▸ **Instructions to follow**:
Extract every line of the material that holds the string "isFinite".

***** Provided entries

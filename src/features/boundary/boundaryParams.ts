// The chosen boundary, window and list live in the address, so a copied link reproduces the view:
//   ?unit=Turonian            the base of a unit of the time scale
//   ?age=94.2                 a custom age in Ma
//   &window=4.5               the window below the boundary in Myr (absent: the stage just below)
//   &list=victim&page=2       which list is open, and its page
// The address is checked with the same schema the server uses for the outcomes query.
import { BOUNDARY_OUTCOMES, outcomesQuerySchema, type BoundaryOutcomeName } from "@shared/schemas/outcomes";
import type { MainBoundary } from "@shared/schemas/studies";
import { issuesToFieldErrors } from "../../lib/forms";

export type BoundaryChoice = { kind: "unit"; name: string } | { kind: "age"; age: number };

export interface BoundaryView {
  choice: BoundaryChoice | null;
  /** Window in Myr; undefined means the default (the duration of the stage just below). */
  window: number | undefined;
  list: BoundaryOutcomeName;
  page: number;
  /** Messages about parts of the address that could not be read (a hand-edited or truncated link). */
  problems: string[];
}

const PARAM = { unit: "unit", age: "age", window: "window", list: "list", page: "page" } as const;

export function readBoundaryView(search: URLSearchParams): BoundaryView {
  const unit = search.get(PARAM.unit) ?? undefined;
  const age = search.get(PARAM.age) ?? undefined;
  const window = search.get(PARAM.window) ?? undefined;
  const rawList = search.get(PARAM.list);
  const list = (BOUNDARY_OUTCOMES as readonly string[]).includes(rawList ?? "") ? (rawList as BoundaryOutcomeName) : "victim";
  const rawPage = Number(search.get(PARAM.page) ?? "1");
  const page = Number.isInteger(rawPage) && rawPage >= 1 ? rawPage : 1;

  if (unit === undefined && age === undefined) {
    return { choice: null, window: undefined, list, page, problems: [] };
  }
  const parsed = outcomesQuerySchema.safeParse({ boundaryUnit: unit, boundary: age, window });
  if (!parsed.success) {
    const messages = Object.values(issuesToFieldErrors(parsed.error));
    return { choice: null, window: undefined, list, page, problems: messages.map((m) => `The link’s boundary could not be read: ${m}.`) };
  }
  const query = parsed.data;
  const choice: BoundaryChoice = query.boundaryUnit !== undefined ? { kind: "unit", name: query.boundaryUnit } : { kind: "age", age: query.boundary as number };
  return { choice, window: query.window, list, page, problems: [] };
}

/** The address after choosing a boundary: the window is kept, the list goes back to its first page. */
export function withChoice(search: URLSearchParams, choice: BoundaryChoice): URLSearchParams {
  const next = new URLSearchParams(search);
  next.delete(PARAM.unit);
  next.delete(PARAM.age);
  next.delete(PARAM.page);
  if (choice.kind === "unit") next.set(PARAM.unit, choice.name);
  else next.set(PARAM.age, String(choice.age));
  return next;
}

/** The address that opens the study's main boundary: its unit by name, or its age, with the run's window when it gave one. */
export function mainBoundarySearch(search: URLSearchParams, main: MainBoundary): URLSearchParams {
  const next = withChoice(search, main.unit ? { kind: "unit", name: main.unit } : { kind: "age", age: main.boundaryMa });
  return main.windowMyr !== null && !search.has(PARAM.window) ? withWindow(next, main.windowMyr) : next;
}

/** The address with a window in Myr, or without one (undefined: the default window). */
export function withWindow(search: URLSearchParams, window: number | undefined): URLSearchParams {
  const next = new URLSearchParams(search);
  next.delete(PARAM.page);
  if (window === undefined) next.delete(PARAM.window);
  else next.set(PARAM.window, String(window));
  return next;
}

export function withList(search: URLSearchParams, list: BoundaryOutcomeName, page = 1): URLSearchParams {
  const next = new URLSearchParams(search);
  next.set(PARAM.list, list);
  if (page > 1) next.set(PARAM.page, String(page));
  else next.delete(PARAM.page);
  return next;
}
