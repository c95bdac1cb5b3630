import { useCallback, useEffect, useLayoutEffect, useMemo, useRef, useState, type KeyboardEvent, type ReactNode } from "react";
import {
  columnPinningFeature,
  columnSizingFeature,
  columnVisibilityFeature,
  createColumnHelper,
  metaHelper,
  rowPaginationFeature,
  rowSelectionFeature,
  rowSortingFeature,
  tableFeatures,
  useTable,
  type ColumnVisibilityState,
  type RowSelectionState,
  type SortingState,
  type Updater,
} from "@tanstack/react-table";
import { useVirtualizer } from "@tanstack/react-virtual";
import type { TaxonRow } from "@shared/schemas/taxa";
import { timescaleUnits } from "@shared/timescale/units";
import { qualifiedHigherTaxon } from "@shared/imports/qualifiedHigherTaxon";
import { cx } from "../../lib/cx";
import { sharedAgeDecimals } from "../../lib/format";
import { useCurrentStudy } from "../../lib/currentStudy";
import { useIntervalLookup } from "../../lib/queries/timeBins";
import { CellEditor, INTERVAL_LIST_ID, stateListId } from "./CellEditor";
import { cellValue, displayText, editText, isEmptyValue, type CellChange, type GridColumn } from "./cellValues";

const ROW_HEIGHT = 36;
const SELECT_COLUMN = "select";

interface ColumnMeta {
  grid?: GridColumn;
}

const features = tableFeatures({
  rowSortingFeature,
  rowPaginationFeature,
  rowSelectionFeature,
  columnVisibilityFeature,
  columnSizingFeature,
  columnPinningFeature,
  columnMeta: metaHelper<ColumnMeta>(),
});
const helper = createColumnHelper<typeof features, TaxonRow>();

const selectColumn = helper.display({
  id: SELECT_COLUMN,
  size: 44,
  enableSorting: false,
  enableHiding: false,
  header: ({ table }) => (
    <input
      type="checkbox"
      aria-label="Select every taxon on this page"
      className="size-4 accent-accent-600"
      checked={table.getIsAllPageRowsSelected()}
      ref={(el) => {
        if (el) el.indeterminate = !table.getIsAllPageRowsSelected() && table.getIsSomePageRowsSelected();
      }}
      onChange={table.getToggleAllPageRowsSelectedHandler()}
    />
  ),
  cell: ({ row }) => (
    <input
      type="checkbox"
      tabIndex={-1}
      aria-label={`Select ${row.original.name}`}
      className="size-4 accent-accent-600"
      checked={row.getIsSelected()}
      onChange={() => undefined}
      onClick={row.getToggleSelectedHandler()}
    />
  ),
});

const WIDTHS: Record<string, number> = { name: 230, higherTaxon: 170, fad: 190, lad: 190, notes: 260 };
/**
 * A trait column is as wide as its heading needs on two lines (about 7 px a character at the
 * heading's size, plus the sort mark), at least 130 or 150 px and at most 240 px.
 */
function widthOf(c: GridColumn): number {
  if (WIDTHS[c.id]) return WIDTHS[c.id];
  const base = c.kind === "trait" && c.trait.kind === "numeric" ? 130 : 150;
  const unit = c.kind === "trait" && c.trait.kind === "numeric" && c.trait.unit ? c.trait.unit.length + 3 : 0;
  const longestWord = Math.max(...`${c.label} ${"x".repeat(unit)}`.split(/\s+/).map((w) => w.length));
  const twoLines = Math.max(Math.ceil((c.label.length + unit) / 2), longestWord);
  return Math.min(240, Math.max(base, twoLines * 7.5 + 44));
}

/** Where the keyboard is: a row of the page and a column. */
export interface ActiveCell {
  rowIndex: number;
  columnId: string;
}
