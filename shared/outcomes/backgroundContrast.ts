/** Fewest other values from which a robust z is reported; below this the median and MAD are too unsteady. */
export const MIN_BACKGROUND_VALUES = 5;

/** 1 / Phi^-1(3/4): makes the MAD a consistent estimate of the standard deviation of normal data. */
export const MAD_NORMAL_CONSISTENCY = 1.4826;

export interface BackgroundContrast {
  /** Robust z of values[index] against the others; null when it cannot be given (see backgroundContrast). */
  z: number | null;
  /** Median of the other values; null when no other value remains. */
  median: number | null;
  /** Median absolute deviation of the other values from their median, unscaled; null when no other value remains. */
  mad: number | null;
  /** Number of other values used (finite, non-null, not index). */
  n: number;
}

function medianOf(sorted: number[]): number {
  const middle = sorted.length >> 1;
  return sorted.length % 2 === 1 ? sorted[middle] : (sorted[middle - 1] + sorted[middle]) / 2;
}

const ascending = (a: number, b: number) => a - b;

/**
 * How far one value (e.g. the crisis stage's extinction rate q) stands out from the other values (the other
 * stages of the study): a robust z, the distance from the median of the others in units of their scaled
 * median absolute deviation (MAD),
 *   z = (values[index] - median) / (1.4826 * mad),
 * where the others are every finite, non-null value except values[index], median is their median and mad the
 * median of their absolute deviations from it (unscaled). The factor 1.4826 = 1 / Phi^-1(0.75) makes the MAD
 * estimate the standard deviation under normality (Rousseeuw & Croux 1993, Alternatives to the median absolute
 * deviation, J. Am. Stat. Assoc. 88: 1273-1283); the same robust score is the "modified z-score" of Iglewicz &
 * Hoaglin (1993, How to detect and handle outliers, ASQC Quality Press), who suggest |z| > 3.5 as an outlier.
 * The value itself is left out of its background, so a crisis cannot hide itself by widening the spread.
 *
 * z is null when values[index] is null or not finite, when fewer than 5 others remain, or when the mad is 0
 * (half or more of the others are equal: there is no spread to measure against). median and mad are null when
 * no other value remains. An index outside the array is treated as a missing value (z null).
 *
 * @example
 * backgroundContrast([0.1, 0.2, 0.3, 0.2, 0.4, 1.5], 5)
 * // others 0.1, 0.2, 0.2, 0.3, 0.4: median 0.2; |deviations| 0.1, 0, 0, 0.1, 0.2: mad 0.1
 * // { z: 8.768 (= 1.3 / 0.14826), median: 0.2, mad: 0.1, n: 5 }
 */
export function backgroundContrast(values: Array<number | null>, index: number): BackgroundContrast {
  const others: number[] = [];
  values.forEach((value, position) => {
    if (position !== index && value !== null && Number.isFinite(value)) others.push(value);
  });
  const n = others.length;
  if (n === 0) return { z: null, median: null, mad: null, n };

  const median = medianOf(others.sort(ascending));
  const mad = medianOf(others.map((value) => Math.abs(value - median)).sort(ascending));
  const own = values[index];
  const z =
    own === null || own === undefined || !Number.isFinite(own) || n < MIN_BACKGROUND_VALUES || mad === 0
      ? null
      : (own - median) / (MAD_NORMAL_CONSISTENCY * mad);
  return { z, median, mad, n };
}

**********

▸ **Answer space**:
    if (position !== index && value !== null && Number.isFinite(value)) others.push(value);
    own === null || own === undefined || !Number.isFinite(own) || n < MIN_BACKGROUND_VALUES || mad === 0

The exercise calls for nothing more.